Information and the default label as output obtain the regression curve for training;The default label as input
For supervision machine learning training process, during fitting obtains the regression curve, if according to the regression curve
The gap of the predicted value of the obtained default label and the value of the actual default label exceeds preset threshold, then gives up phase
Answer sample.
When being analyzed using support vector regression, according to the magnanimity history number of the attribute data information and the default label
According to being trained and being fitted, obtains and the regression curve of the default label is obtained by the attribute data information.
Particularly, if in any period the attribute data information or default label, when the attribute number it is believed that
It is input with temporal information when breath or default label are single dimension, is defeated with the attribute data information or the default label
Out, it is trained using support vector regression, the available attribute data information or the default label change over time
Model.
Step 104, using the regression curve, the value of label is preset according to the attribute data information prediction, it is real
The dynamics simulation simulation of existing virtual train;
After acquisition obtains the regression curve of the default label by the attribute data information, for the new received category
Property data information, the attribute data information is substituted into the regression curve, the value for predicting the default label may be implemented, from
And realize the dynamics simulation simulation of virtual train.
Support vector regression is the process of a supervised learning, exact according to history data set repetition training formation one
Training pattern directly can obtain the pre- bidding of demand using the training pattern in order to attribute data information certain known to the later period
Label, the entire model realization virtual analog of train, reduce the actual test amount of train.

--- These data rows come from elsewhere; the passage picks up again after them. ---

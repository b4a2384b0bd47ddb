import { readSettings } from '$lib/server/settings';
import type { LayoutServerLoad } from './$types';

/** Who is signed in and the zone that times are shown in. `hooks.server.ts` has let nobody else through. */
export const load: LayoutServerLoad = async ({ locals, setHeaders }) => {
	setHeaders({ 'cache-control': 'private, no-store' });
	const { id, email, name, roles } = locals.account!;
	return { account: { id, email, name, roles }, zone: (await readSettings()).zone };
};
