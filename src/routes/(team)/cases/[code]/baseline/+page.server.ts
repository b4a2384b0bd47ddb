import { patientViewsOf } from '$lib/server/live/patient-views';
import { logOf } from '$lib/server/log/log';
import type { PageServerLoad } from './$types';

export const load: PageServerLoad = async ({ locals, setHeaders }) => {
	setHeaders({ 'cache-control': 'private, no-store' });
	const { code } = locals.case;
	const [log, views] = await Promise.all([logOf(code), patientViewsOf(code)]);
	return { code, log, views };
};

With the continuous accumulation of sample, the training set in machine learning can be updated, to realize to the attribute number
It is believed that the continuous self study of breath and the default label, improves the accuracy of regression curve.
The embodiment of the present invention is by the support vector regression algorithm in machine learning, to the attribute data information and mark of train
Label are trained, and realize simulation and test to virtual train on emulation platform;Can reduce train field monitoring monitoring when
Between and manpower consumption, and improve efficiency and accuracy rate in entire test process.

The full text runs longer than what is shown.